/---

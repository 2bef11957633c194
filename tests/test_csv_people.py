"""The CSV read by a person: percent passing beside the masses, names beside ids, reasons in
words, empty text left empty, and the decimal-comma variant that reads back as the same records.

Sources checked against:
- RFC 4180 (IETF, Oct 2005), section 2: the separator is the comma; the decimal-comma variant
  keeps every other rule of it with a semicolon between cells (the convention of spreadsheets
  whose locale writes the decimal mark as a comma), read here by Python's ``csv`` module with
  ``delimiter=";"`` as the independent parser.
- ASTM C136/C136M-14, section 9 (calculation): percent passing = 100 x (mass passing) / (original
  dry mass); the calc columns are compared with the core's ``evaluate`` points, which are
  checked against that formula in ``tests/test_sieve_analysis.py``.
"""

from __future__ import annotations

import copy
import csv
import io

import pytest

from tamis import demo
from tamis.exchange import csv_read, csv_write, ops, record
from test_records import UID, call, rec
from test_records_gen import make_records


def demo_records():
    return [record.check_record(r) for r in demo.load_records()]


def rows_of(text: str, sep: str = ","):
    header, *rows = list(csv.reader(io.StringIO(text, newline=""), strict=True, delimiter=sep))
    return [dict(zip(header, r)) for r in rows], header


def by_sample(rows, sample_id):
    return next(r for r in rows if r["sample_id"] == sample_id)


def test_percent_passing_sits_beside_each_mass_and_equals_the_cores_curve():
    recs = demo_records()
    rows, header = rows_of(ops.export_csv(recs))
    r = by_sample(rows, "Q-L11-CP")
    i = header.index("retained_g@2.36mm")
    assert header[i + 1] == "calc_passing_pct@2.36mm"
    src = next(x for x in recs if x["meta"].get("sample_id") == "Q-L11-CP")
    idx = {x["record_id"]: x for x in recs}
    got = call("evaluate", sample=src["test"], base=idx[src["meta"]["base_id"]]["test"],
               band=idx[src["meta"]["band_id"]]["band"], rules=src["meta"]["rules"])
    points = got["result"]["sample"]["points"]
    assert len(points) == 8
    for p in points:
        cell = r[csv_write.column_name("calc_passing_pct", p["opening_mm"])]
        assert cell and float(cell) == pytest.approx(p["passing_pct"], rel=1e-5, abs=1e-9)
    # C136 section 9 by hand at No. 8: 107.9 g retained of 1037.6 g dry mass (washing loss passes No. 200).
    assert float(r["calc_passing_pct@2.36mm"]) == pytest.approx(100 * (1037.6 - 107.9) / 1037.6, rel=1e-5)
    # A passing-entered base soil gets the column too: its own figures.
    base = by_sample(rows, "CORE-C1")
    assert float(base["calc_passing_pct@0.075mm"]) == 66.0


def test_band_and_base_names_beside_their_ids():
    rows, header = rows_of(ops.export_csv(demo_records()))
    assert header[header.index("band_id") + 1] == "calc_band_name"
    assert header[header.index("base_id") + 1] == "calc_base_name"
    r = by_sample(rows, "Q-L11-CP")
    assert r["calc_band_name"] == "Zone 2 fine filter band (spec. TD-02)"
    assert r["calc_base_name"] == "CORE-C1, Zone 1 core, sandy lean clay"


def test_reasons_in_words_count_only_the_deciding_checks():
    recs = demo_records()
    d = next(x for x in recs if x["meta"].get("sample_id") == "S-0918-T")
    d = copy.deepcopy(d)
    d["meta"]["rules"] = dict(d["meta"].get("rules") or {}, stability=True)  # Kezdi runs, advisory
    recs = [d if x["record_id"] == d["record_id"] else x for x in recs]
    rows, _ = rows_of(ops.export_csv(recs))
    r = by_sample(rows, "S-0918-T")
    assert r["calc_verdict"] == "reject"
    assert r["calc_reasons"] == "D15 0.742 mm > 0.7 mm (retention)"
    assert r["calc_failing_checks"] == "filter.retention"  # stability.kezdi fails but is advisory
    assert "stability" not in r["calc_reasons"]
    assert r["calc_advisory"].startswith("Internal stability: Kezdi split test: ")
    assert r["calc_advisory"].endswith("(advisory, not counted)")
    rows_ok = [x for x in rows if x["calc_verdict"] == "accept"]
    assert rows_ok and all(x["calc_reasons"] == "" for x in rows_ok)
    two = by_sample(rows, "Q-L11-CP")
    assert two["calc_reasons"] == "Band: No. 200 passing 5.7 % > 5 %; Fines 5.7 % > 5 %"


def test_a_review_says_why():
    recs = demo_records()
    t = copy.deepcopy(next(x for x in recs if x["meta"].get("sample_id") == "Q-0907-1"))
    t["meta"].pop("base_id")
    t["test"] = {"passing": [{"opening_mm": 4.75, "passing_pct": 100}, {"opening_mm": 1.18, "passing_pct": 60},
                             {"opening_mm": 0.3, "passing_pct": 20}, {"opening_mm": 0.15, "passing_pct": 8}]}
    rows, _ = rows_of(ops.export_csv([t], context=recs))
    r = rows[0]
    assert r["calc_verdict"] == "review"
    assert "Specification band: needs data (The sample's curve does not reach No. 200" in r["calc_reasons"]
    assert "Fines content of the filter: needs data" in r["calc_reasons"]


def test_a_review_with_no_counted_check_says_so():
    # verdict() on no applicable check gives review (tamis.checks.verdict): the reason must say it.
    from tamis.exchange.wording import verdict_reasons
    assert verdict_reasons("review", []) == ["No counted check applies to this input: nothing was shown to pass."]
    assert verdict_reasons("accept", []) == []


def test_a_failing_value_is_never_shown_equal_to_its_limit():
    from tamis.exchange.wording import reason_line
    c = {"id": "filter.fines", "status": "fail", "value": 5.0004, "limit": 5.0, "relation": "<=", "unit": "%"}
    assert reason_line(c) == "Fines 5.0004 % > 5 %"


def test_empty_text_stays_an_empty_cell_and_round_trips():
    r = rec(updated_by="", meta={"sample_id": "S-1", "notes": "", "tested_by": ""},
            band=None)
    band = rec(record_id="1c8f8d4f-2e3b-4d9f-8b62-3a4c5d6e7f80", kind="band", test=None,
               band={"name": "", "limits": [{"opening_mm": 4.75, "min_pct": 90.0, "max_pct": 100.0}]})
    recs = [record.check_record(r), record.check_record(band)]
    text = ops.export_csv(recs)
    rows, _ = rows_of(text)
    assert all(cell != "'" for row in rows for cell in row.values())
    t = next(x for x in rows if x["record_id"] == UID)
    assert t["updated_by"] == "" and t["notes"] == "" and t["tested_by"] == ""
    back, _ = csv_read.read_csv(text)
    rid = lambda x: x["record_id"]  # noqa: E731
    assert sorted(back, key=rid) == sorted(recs, key=rid)
    # Files written before (an empty text as a lone quote) still read as the same empty text.
    old = text.replace(",,false,", ",',false,", 1)
    assert [x["updated_by"] for x in csv_read.read_csv(old)[0] if x["record_id"] == UID] == [""]


@pytest.mark.parametrize("seed", [1, 2, 3])
def test_both_variants_read_back_as_the_same_records(seed):
    recs = [record.check_record(r) for r in make_records(150, seed)]
    std = csv_write.write_csv(recs)
    comma = csv_write.write_csv(recs, dialect="decimal_comma")
    a, _ = csv_read.read_csv(std)
    b, _ = csv_read.read_csv(comma)
    assert [record.dump_json(x) for x in a] == [record.dump_json(x) for x in b]
    assert sorted(record.dump_json(x) for x in a) == sorted(
        record.dump_json(csv_read.read_csv(csv_write.write_csv([x]))[0][0]) for x in recs)
    # The variant is RFC 4180 with ';': the same cells, numbers with a comma, nothing else changed.
    rs, hs = rows_of(std)
    rc, hc = rows_of(comma, ";")
    assert hs == hc and len(rs) == len(rc)
    from tamis.exchange.csv_format import is_number_column
    changed = 0
    for x, y in zip(rs, rc):
        for col in hs:
            if is_number_column(col):
                assert y[col] == x[col].replace(".", ","), col
                assert "." not in y[col]
                changed += "," in y[col]
            else:
                assert y[col] == x[col], col
    assert changed > 100


def test_demo_file_both_variants_identical_records_through_the_api():
    recs = demo_records()
    texts = []
    for dialect in ("standard", "decimal_comma"):
        out = call("records_export_csv", records=recs, dialect=dialect)
        assert out["ok"], out
        texts.append(out["result"]["csv"])
    assert texts[1].startswith("tamis_csv;record_id;")
    got = [call("records_import_csv", csv=t, existing=[])["result"] for t in texts]
    assert got[0]["records"] == got[1]["records"] and len(got[0]["records"]) == len(recs)
    bad = call("records_export_csv", records=recs, dialect="excel")
    assert not bad["ok"] and bad["error"]["field"] == "dialect"


def test_a_point_in_the_decimal_comma_variant_is_refused_at_its_cell():
    recs = [record.check_record(rec())]
    text = csv_write.write_csv(recs, dialect="decimal_comma")
    assert ";3,1;" in text
    with pytest.raises(Exception) as exc:
        csv_read.read_csv(text.replace(";3,1;", ";3.1;"))
    assert exc.value.field == "csv.row[2].pan_g" and "decimal comma" in exc.value.message


def test_calc_columns_are_never_read():
    recs = demo_records()
    text = ops.export_csv(recs)
    rows, header = rows_of(text)
    edited = text.replace("Zone 2 fine filter band (spec. TD-02),", "edited by hand,")
    assert edited != text
    a = csv_read.read_csv(text)[0]
    b = csv_read.read_csv(edited)[0]
    # band_name holds the same text: only the calc cells change, the records come back identical
    assert [record.dump_json(x) for x in a if x["kind"] == "test"] == \
        [record.dump_json(x) for x in b if x["kind"] == "test"]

\---

Within the data above, filter for lines containing the word "exchange" and copy each one.

from tamis.exchange import csv_read, csv_write, ops, record
    from tamis.exchange.wording import verdict_reasons
    from tamis.exchange.wording import reason_line
    from tamis.exchange.csv_format import is_number_column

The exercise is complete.